Road trips provide the perfect opportunity for a bit of family fun. Your passengers are a captive audience and it's the perfect time for a bit of healthy family competition. A few games to pass the time can relieve the monotony of a long stretch and make the journey go that much faster for smaller travellers. Try some of our favourite car-themed activities for all ages, and make yours a road trip to remember!
Everyone loves a good game of bingo, and this one makes it fun for even the youngest passengers. It's a fun activity that can be played both at home or on the go (just make sure another adult or child besides the car driver can call out the matches). Print out our handy bingo sheets and you're good to go! If you're feeling extra creative, work with your little ones to create their own bingo board, incorporating their favourite cars or easily recognisable car parts. All that's needed are markers and paper. Draw a bingo board on the paper with five columns and fill in the squares with car-themed drawings.
The name game
Someone says a name (e.g. Alexis), and the next person has to say a name that begins with the last letter of that name (in this case S, so maybe Simon). The third person picks a name that begins with the last letter of the second person's choice, and so on. No duplicates allowed, and they must all be real names. A more challenging version for older kids is names of places with the same rules.
Count the cows
This game only works in rural areas, but it's great for long drives. When driving past a farm with cows, the first person to spot them calls out "My Cows!" and makes a quick count/guesstimate of how many he or she got. The object is to "collect" the most cows. Choose an "erase' object - such as a bridge or tractor, and whoever spots it first gets to erase another player's cows. Other optional rules: if you pass a graveyard on your side of the road, you lose all your cows; if you pass a church, they double.
One person starts at the beginning of the alphabet and adds an object or person they would take on a trip away. As an example: "When I went on holiday to Whangarei, I took an apple". The next person has to repeat this and add an object, animal or person beginning with B. The longer the list gets, the harder it becomes to remember all the items.
Make a list of items to look for - ideally things that are commonly found near the road, such as horses, cows, trucks, buses etc. Don't make it too easy or the game will be over in a flash. It's a good idea to up the ante with a reward for the person who completes the challenge first!

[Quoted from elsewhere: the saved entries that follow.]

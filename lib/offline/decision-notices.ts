import { flagLabel } from "@/lib/schemas/flag";
import type { FieldDisposition, FieldFlag, FieldPour, FieldTendon } from "@/lib/schemas/sync";
import { DECISION_INSTRUCTIONS, DECISION_WORDS, WAITING_INSTRUCTION, isOpen } from "./hold-view";

/**
 * What a sync brought that the crew must be told of: a new flag on a tendon, a new decision of
 * the engineer (with the instruction in the engineer's words), a pour released or reopened.
 * Pure: it compares what the tablet held before a pull with what the pull carries. Pours the
 * tablet did not hold before (a first download) bring no notice: the crew opens them fresh.
 */

export type NoticeKind = "flag" | "decision" | "released" | "reopened";

export interface DecisionNotice {
  /** The same change always gets the same id, so a row the server sends twice makes one notice. */
  id: string;
  kind: NoticeKind;
  pourId: string;
  pourName: string;
  tendonId: string | null;
  /** Null for a notice about the whole pour. */
  tendonTag: string | null;
  /** What happened, in words. */
  what: string;
  /** The engineer's own words (instruction, release statement, reopening reason), when there are some. */
  words: string | null;
  /** Who decided, when someone did. */
  by: string | null;
  /** What the crew is to do now. */
  instruction: string;
  /** The change holds the tendon (a new flag, an order of work), as opposed to news that lifts or ends something. */
  holds: boolean;
  /** When it happened on the server (the flag's, decision's, release's or reopening's time). */
  at: string;
}

export type PourState = Pick<FieldPour, "id" | "name"> & Partial<Pick<FieldPour, "release" | "reopened">>;

export interface NoticeDiffInput {
  /** The pours the tablet held before the pull, by id. */
  before: { pours: Map<string, PourState>; flags: Map<string, FieldFlag> };
  /** What the pull carries. */
  arrived: { pours: PourState[]; flags: FieldFlag[] };
  /** Every tendon the tablet knows after the pull, by id (to name a flag's tendon and pour). */
  tendons: Map<string, Pick<FieldTendon, "id" | "tag" | "pourId">>;
}

export const RELEASED_INSTRUCTION =
  "Record nothing more on this pour. Tails may be cut only on tendons shown clear to cut. If more work is needed, the engineer of record must reopen the pour first.";
export const REOPENED_INSTRUCTION =
  "The pour takes records again. Do the work the engineer's reason names, then sync so the engineer can release it again.";

const dispositionKey = (d: FieldDisposition) => `${d.createdAt}|${d.decision}`;
/** "by P. Raman, P.E." ends its sentence with its own full stop. */
const endSentence = (s: string) => (/[.!?]$/.test(s) ? s : `${s}.`);

/** The notices a pull brings, pour notices first, then by tendon tag and time. */
export function noticesFromPull({ before, arrived, tendons }: NoticeDiffInput): DecisionNotice[] {
  const notices: DecisionNotice[] = [];
  const pourName = (id: string) =>
    arrived.pours.find((p) => p.id === id)?.name ?? before.pours.get(id)?.name ?? "this pour";

  for (const pour of arrived.pours) {
    const was = before.pours.get(pour.id);
    if (!was) continue;
    if (pour.release && pour.release.at !== was.release?.at) {
      notices.push({
        id: `released:${pour.id}:${pour.release.at}`,
        kind: "released",
        pourId: pour.id,
        pourName: pour.name,
        tendonId: null,
        tendonTag: null,
        what: endSentence(`Pour released by ${pour.release.by}`),
        words: pour.release.statement,
        by: pour.release.by,
        instruction: RELEASED_INSTRUCTION,
        holds: false,
        at: pour.release.at,
      });
    }
    if (!pour.release && pour.reopened && pour.reopened.at !== was.reopened?.at) {
      notices.push({
        id: `reopened:${pour.id}:${pour.reopened.at}`,
        kind: "reopened",
        pourId: pour.id,
        pourName: pour.name,
        tendonId: null,
        tendonTag: null,
        what: endSentence(`Pour reopened by ${pour.reopened.by}`),
        words: pour.reopened.reason,
        by: pour.reopened.by,
        instruction: REOPENED_INSTRUCTION,
        holds: false,
        at: pour.reopened.at,
      });
    }
  }

  for (const flag of arrived.flags) {
    const tendon = tendons.get(flag.tendonId);
    if (!tendon || !before.pours.has(tendon.pourId)) continue;
    const was = before.flags.get(flag.id);
    const base = {
      pourId: tendon.pourId,
      pourName: pourName(tendon.pourId),
      tendonId: tendon.id,
      tendonTag: tendon.tag,
    };
    const label = flagLabel(flag.kind);
    const known = new Set((was?.dispositions ?? []).map(dispositionKey));
    const fresh = (flag.dispositions ?? []).filter((d) => !known.has(dispositionKey(d)));
    if (!was && isOpen(flag) && !fresh.length) {
      notices.push({
        ...base,
        id: `flag:${flag.id}`,
        kind: "flag",
        what: `New flag: ${label}.`,
        words: flag.reason ?? null,
        by: null,
        instruction: `Held. ${WAITING_INSTRUCTION}`,
        holds: true,
        at: flag.createdAt ?? "",
      });
    }
    for (const d of fresh) {
      notices.push({
        ...base,
        id: `decision:${flag.id}:${d.createdAt}:${d.decision}`,
        kind: "decision",
        what: `Engineer's decision on the ${label.toLowerCase()} flag: ${DECISION_WORDS[d.decision]}.`,
        words: d.reasons,
        by: d.engineerName,
        instruction: DECISION_INSTRUCTIONS[d.decision],
        holds: d.decision !== "accept",
        at: d.createdAt,
      });
    }
  }

  const order = (n: DecisionNotice) => (n.tendonTag === null ? "" : n.tendonTag);
  return notices.sort(
    (a, b) => a.pourName.localeCompare(b.pourName) || order(a).localeCompare(order(b)) || a.at.localeCompare(b.at),
  );
}
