import { afterEach, describe, expect, it, vi } from "vitest";
import type { PullResponse, PushResponse } from "@/lib/schemas/sync";
import { readMeta, type SyncMeta } from "./db";
import { saveRecord } from "./outbox";
import { NO_CONNECTION, SyncClient, UNREADABLE_ANSWER, type Fetch, type LockManagerLike } from "./sync-client";
import { emptyPull, samplePayload, signIn, testDb } from "./test-support";
import { projectBasis } from "@/tests/support/judge-record";

const opened: { close: () => void }[] = [];
afterEach(() => {
  for (const db of opened.splice(0)) db.close();
});

async function tablet(records = 1) {
  const { db } = testDb();
  opened.push(db);
  await signIn(db);
  const ids: string[] = [];
  for (let i = 0; i < records; i++) {
    const s = samplePayload();
    await saveRecord(db, { ...s, authorName: "Test Crew", local: null });
    ids.push(s.recordId);
  }
  return { db, ids };
}

const json = (status: number, body: unknown) =>
  new Response(JSON.stringify(body), { status, headers: { "content-type": "application/json" } });

/** A server that applies every op it is sent, and counts the pushes. */
function applyingServer() {
  const pushes: string[][] = [];
  const fetch: Fetch = async (url, init) => {
    if (url.startsWith("/api/sync/push")) {
      const body = JSON.parse(String(init!.body)) as { ops: { opId: string }[] };
      pushes.push(body.ops.map((o) => o.opId));
      return json(200, {
        results: body.ops.map((o) => ({ opId: o.opId, status: "applied", revision: 1 })),
      } satisfies PushResponse);
    }
    return json(404, {});
  };
  return { fetch, pushes };
}

describe("SyncClient", () => {
  it("pushes the outbox in order in batches and empties it on applied", async () => {
    const { db } = await tablet(5);
    const server = applyingServer();
    const client = new SyncClient({ db, fetch: server.fetch, locks: null, batchSize: 2 });
    const outcome = await client.sync();
    expect(outcome).toMatchObject({ kind: "done", pushed: 5, confirmed: 5 });
    expect(server.pushes.map((b) => b.length)).toEqual([2, 2, 1]);
    expect(await db.outbox.count()).toBe(0);
    expect((await readMeta<SyncMeta>(db, "sync"))!.lastConfirmedSyncAt).not.toBeNull();
  });

  it("keeps the outbox on a 401 and asks for sign-in again", async () => {
    const { db } = await tablet(2);
    const client = new SyncClient({
      db,
      fetch: async () => json(401, { error: { code: "UNAUTHENTICATED" } }),
      locks: null,
    });
    expect(await client.sync()).toEqual({ kind: "signed-out" });
    expect(await db.outbox.count()).toBe(2);
    expect((await readMeta<SyncMeta>(db, "sync"))!.needsSignIn).toBe(true);
  });

  it("backs off with jitter on network errors and 5xx, and Sync now resets the wait", async () => {
    const { db } = await tablet(1);
    let clock = 1_000_000;
    let calls = 0;
    let answer: "down" | "500" | "up" = "down";
    const server = applyingServer();
    const fetch: Fetch = async (url, init) => {
      calls++;
      if (answer === "down") throw new TypeError("Failed to fetch");
      if (answer === "500") return json(500, {});
      return server.fetch(url, init);
    };
    const client = new SyncClient({ db, fetch, locks: null, now: () => clock, random: () => 0.5, baseDelayMs: 2_000 });
    const offline = await client.sync();
    expect(offline).toMatchObject({ kind: "offline", retryInMs: 1_000, message: NO_CONNECTION });
    // The browser's raw words never reach the crew, neither in the answer nor on the record.
    expect(JSON.stringify(offline)).not.toContain("Failed to fetch");
    expect((await db.outbox.toArray())[0]!.lastError).toBe(NO_CONNECTION);
    expect((await readMeta<SyncMeta>(db, "sync"))!.lastError).toBe(NO_CONNECTION);
    expect(await client.sync()).toMatchObject({ kind: "waiting" });
    expect(calls).toBe(1);
    clock += 1_001;
    answer = "500";
    expect(await client.sync()).toMatchObject({ kind: "offline", retryInMs: 2_000 });
    const [entry] = await db.outbox.toArray();
    expect(entry).toMatchObject({ attempts: 2, lastError: "The server answered 500.", state: "pending" });
    answer = "up";
    expect(await client.sync({ force: true })).toMatchObject({ kind: "done", confirmed: 1 });
    expect(await db.outbox.count()).toBe(0);
  });

  it("leaves the round to the tab that holds the lock", async () => {
    const { db } = await tablet(1);
    const held: LockManagerLike = { request: async (_name, _opts, callback) => callback(null) };
    let calls = 0;
    const client = new SyncClient({ db, fetch: async () => (calls++, json(200, { results: [] })), locks: held });
    expect(await client.sync()).toEqual({ kind: "busy" });
    expect(calls).toBe(0);
    expect(await db.outbox.count()).toBe(1);
  });

  it("shares one running round between callers in the same tab", async () => {
    const { db } = await tablet(3);
    const server = applyingServer();
    const client = new SyncClient({ db, fetch: server.fetch, locks: null });
    const [a, b] = await Promise.all([client.sync(), client.sync()]);
    expect(a).toBe(b);
    expect(server.pushes.flat()).toHaveLength(3);
  });

  it("without a signed-in person sends nothing", async () => {
    const { db } = testDb();
    opened.push(db);
    let calls = 0;
    const client = new SyncClient({ db, fetch: async () => (calls++, json(200, {})), locks: null });
    expect(await client.sync()).toEqual({ kind: "signed-out" });
    expect(calls).toBe(0);
  });
});

describe("SyncClient.sendSoon (after a save)", () => {
  it("with signal sends the saved record at once, without waiting for the timer", async () => {
    const { db } = await tablet(1);
    const server = applyingServer();
    const client = new SyncClient({ db, fetch: server.fetch, locks: null, online: () => true });
    expect(await client.sendSoon()).toMatchObject({ kind: "done", pushed: 1, confirmed: 1 });
    expect(server.pushes).toHaveLength(1);
    expect(await db.outbox.count()).toBe(0);
  });

  it("without signal tries nothing and keeps the record in the outbox", async () => {
    const { db } = await tablet(1);
    let calls = 0;
    const client = new SyncClient({
      db,
      fetch: async () => (calls++, json(200, { results: [] })),
      locks: null,
      online: () => false,
    });
    expect(await client.sendSoon()).toBeNull();
    expect(calls).toBe(0);
    expect(await db.outbox.count()).toBe(1);
  });

  it("respects the backoff: no request while waiting after a failure", async () => {
    const { db } = await tablet(1);
    const clock = 1_000_000;
    let calls = 0;
    const client = new SyncClient({
      db,
      fetch: async () => (calls++, json(503, {})),
      locks: null,
      now: () => clock,
      random: () => 0.5,
      online: () => true,
    });
    expect(await client.sync()).toMatchObject({ kind: "offline" });
    expect(await client.sendSoon()).toMatchObject({ kind: "waiting" });
    expect(calls).toBe(1);
  });

  it("respects the lock another tab holds", async () => {
    const { db } = await tablet(1);
    const held: LockManagerLike = { request: async (_name, _opts, callback) => callback(null) };
    let calls = 0;
    const client = new SyncClient({
      db,
      fetch: async () => (calls++, json(200, { results: [] })),
      locks: held,
      online: () => true,
    });
    expect(await client.sendSoon()).toEqual({ kind: "busy" });
    expect(calls).toBe(0);
  });

  it("a save during a running round is sent by a round that follows it", async () => {
    const { db } = await tablet(1);
    const server = applyingServer();
    let release!: () => void;
    const gate = new Promise<void>((resolve) => (release = resolve));
    let entered!: () => void;
    const pushing = new Promise<void>((resolve) => (entered = resolve));
    let first = true;
    const fetch: Fetch = async (url, init) => {
      if (first && url.startsWith("/api/sync/push")) {
        first = false;
        entered();
        await gate;
      }
      return server.fetch(url, init);
    };
    const client = new SyncClient({ db, fetch, locks: null, online: () => true });
    const running = client.sync();
    // The first round has read the outbox and is waiting on the server when the record is saved.
    await pushing;
    const s = samplePayload();
    await saveRecord(db, { ...s, authorName: "Test Crew", local: null });
    const after = client.sendSoon();
    release();
    await running;
    expect(await after).toMatchObject({ kind: "done", pushed: 1 });
    expect(server.pushes).toHaveLength(2);
    expect(await db.outbox.count()).toBe(0);
  });
});

describe("SyncClient: the server's answers are parsed before anything is stored", () => {
  const PROJECT_ID = "0190a0b0-0000-7000-8000-0000000000aa";
  const POUR_ID = "0190a0b0-0000-7000-8000-0000000000bb";
  const goodPull = (cursor: string, over: Partial<PullResponse> = {}): PullResponse =>
    emptyPull(cursor, {
      projects: [
        {
          id: PROJECT_ID,
          code: "T1",
          name: "Test project",
          unitSystem: "si",
          readingResolution: "1mm",
          ...projectBasis({ comparisonBasis: "gross", countJackGrip: true, wobblePerM: 0.0014 }),
          blindEntry: false,
        },
      ],
      pours: [
        {
          id: POUR_ID,
          projectId: PROJECT_ID,
          name: "Level 3 east",
          level: "3",
          plannedStressingDate: null,
          status: "planned",
          release: null,
          reopened: null,
        },
      ],
      tendons: [
        {
          id: "t1",
          projectId: PROJECT_ID,
          pourId: POUR_ID,
          tag: "U07",
          kind: "uniform",
          strandSize: "0.5",
          strandCount: 1,
          segments: [{ lengthMm: 12_000, angleRad: 0 }],
          ends: "A",
          jackGripMm: null,
          strandLotId: null,
        },
      ],
      ...over,
    });
  /** A pull whose one tendon says its strand count in words: it breaks the contract. */
  const badPull = (cursor: string) => {
    const pull = goodPull(cursor);
    return { ...pull, tendons: [{ ...pull.tendons[0], id: "t2", strandCount: "twelve" }] };
  };
  const counts = async (db: Awaited<ReturnType<typeof tablet>>["db"]) => ({
    projects: await db.projects.count(),
    pours: await db.pours.count(),
    tendons: await db.tendons.count(),
  });

  it("stores a download that matches the contract, without keys it does not name", async () => {
    const { db } = await tablet(0);
    const pull = goodPull("40");
    const withExtra = { ...pull, tendons: [{ ...pull.tendons[0], internalNote: "not for the tablet" }] };
    const client = new SyncClient({ db, fetch: async () => json(200, withExtra), locks: null });
    expect(await client.download(POUR_ID)).toEqual({ ok: true });
    expect(await counts(db)).toEqual({ projects: 1, pours: 1, tendons: 1 });
    expect(await db.pours.get(POUR_ID)).toMatchObject({ cursor: "40", name: "Level 3 east" });
    expect(await db.tendons.get("t1")).not.toHaveProperty("internalNote");
  });

  it("refuses a download that breaks the contract: nothing written, the crew's words", async () => {
    const { db } = await tablet(0);
    const warn = vi.spyOn(console, "warn").mockImplementation(() => undefined);
    const client = new SyncClient({ db, fetch: async () => json(200, badPull("40")), locks: null });
    expect(await client.download(POUR_ID)).toEqual({ ok: false, status: 200, message: UNREADABLE_ANSWER });
    expect(await counts(db)).toEqual({ projects: 0, pours: 0, tendons: 0 });
    // The console says where, for whoever looks; the crew never reads the parse's own words.
    expect(String(warn.mock.calls[0]?.[1])).toContain("tendons.0.strandCount");
    expect(UNREADABLE_ANSWER).not.toMatch(/fetch|invalid|expected/i);
    warn.mockRestore();
  });

  it("refuses a pull that breaks the contract: the pour keeps its cursor, nothing new is stored, the outbox is sent", async () => {
    const { db } = await tablet(1);
    await new SyncClient({ db, fetch: async () => json(200, goodPull("40")), locks: null }).download(POUR_ID);
    const before = await counts(db);
    const server = applyingServer();
    const warn = vi.spyOn(console, "warn").mockImplementation(() => undefined);
    const fetch: Fetch = async (url, init) =>
      url.startsWith("/api/sync/pull") ? json(200, badPull("41")) : server.fetch(url, init);
    const outcome = await new SyncClient({ db, fetch, locks: null, random: () => 0.5 }).sync();
    warn.mockRestore();
    expect(outcome).toMatchObject({ kind: "offline", message: UNREADABLE_ANSWER });
    expect(server.pushes).toHaveLength(1);
    expect(await counts(db)).toEqual(before);
    expect(await db.tendons.get("t2")).toBeUndefined();
    expect((await db.pours.get(POUR_ID))!.cursor).toBe("40");
    expect((await readMeta<SyncMeta>(db, "sync"))!.lastError).toBe(UNREADABLE_ANSWER);
  });

  it("stores a pull that matches the contract and moves the pour's cursor", async () => {
    const { db } = await tablet(0);
    await new SyncClient({ db, fetch: async () => json(200, goodPull("40")), locks: null }).download(POUR_ID);
    const later = goodPull("41", { tendons: [{ ...goodPull("41").tendons[0]!, id: "t3", tag: "U08" }] });
    const fetch: Fetch = async (url) => (url.startsWith("/api/sync/pull") ? json(200, later) : json(404, {}));
    expect(await new SyncClient({ db, fetch, locks: null }).sync()).toMatchObject({ kind: "done", pulled: true });
    expect(await db.tendons.get("t3")).toMatchObject({ tag: "U08" });
    expect((await db.pours.get(POUR_ID))!.cursor).toBe("41");
  });

  it("keeps the outbox when the push's answer breaks the contract, and says so in plain words", async () => {
    const { db, ids } = await tablet(2);
    const warn = vi.spyOn(console, "warn").mockImplementation(() => undefined);
    const fetch: Fetch = async (url, init) => {
      const body = JSON.parse(String(init!.body)) as { ops: { opId: string }[] };
      return json(200, { results: body.ops.map((o) => ({ opId: o.opId, status: "stored" })) });
    };
    const outcome = await new SyncClient({ db, fetch, locks: null, random: () => 0.5 }).sync();
    warn.mockRestore();
    expect(outcome).toMatchObject({ kind: "offline", message: UNREADABLE_ANSWER });
    const outbox = await db.outbox.toArray();
    expect(outbox.map((e) => [e.recordId, e.state, e.lastError])).toEqual(
      ids.map((id) => [id, "pending", UNREADABLE_ANSWER]),
    );
    expect((await db.records.toArray()).every((r) => r.syncState === "pending")).toBe(true);
  });

  it("lists the pours to take out only from an answer that matches, else in the crew's words", async () => {
    const { db } = await tablet(0);
    const warn = vi.spyOn(console, "warn").mockImplementation(() => undefined);
    const pour = {
      id: POUR_ID,
      projectId: PROJECT_ID,
      projectCode: "T1",
      projectName: "Test project",
      name: "Level 3 east",
      level: "3",
      plannedStressingDate: null,
      status: "planned",
      tendonCount: 12,
    };
    const good = new SyncClient({ db, fetch: async () => json(200, { pours: [pour] }), locks: null });
    expect(await good.availablePours()).toEqual({ pours: [pour], error: null });
    const bad = new SyncClient({
      db,
      fetch: async () => json(200, { pours: [{ ...pour, tendonCount: null }] }),
      locks: null,
    });
    expect(await bad.availablePours()).toEqual({
      pours: null,
      error: "The server's list of pours could not be read; try again.",
    });
    warn.mockRestore();
  });
});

This is another story-telling game, with a twist. Someone starts by saying "Fortunately..." and adding something fortunate, such as "...this will be my first time to Rotorua". The next person changes the tone by adding something unfortunate, such as "Unfortunately, it smells like rotten eggs". If anyone stumbles, you get a strike - three strikes and you're out!
This game is good for younger kids. One of the adults picks a one-syllable word and everyone takes turns to add a rhyming word. For example, if the first word is "pig" you might add "wig" or "fig". Words cannot be repeated and you only get five seconds to think of something - or you're out! The winner starts off the next round.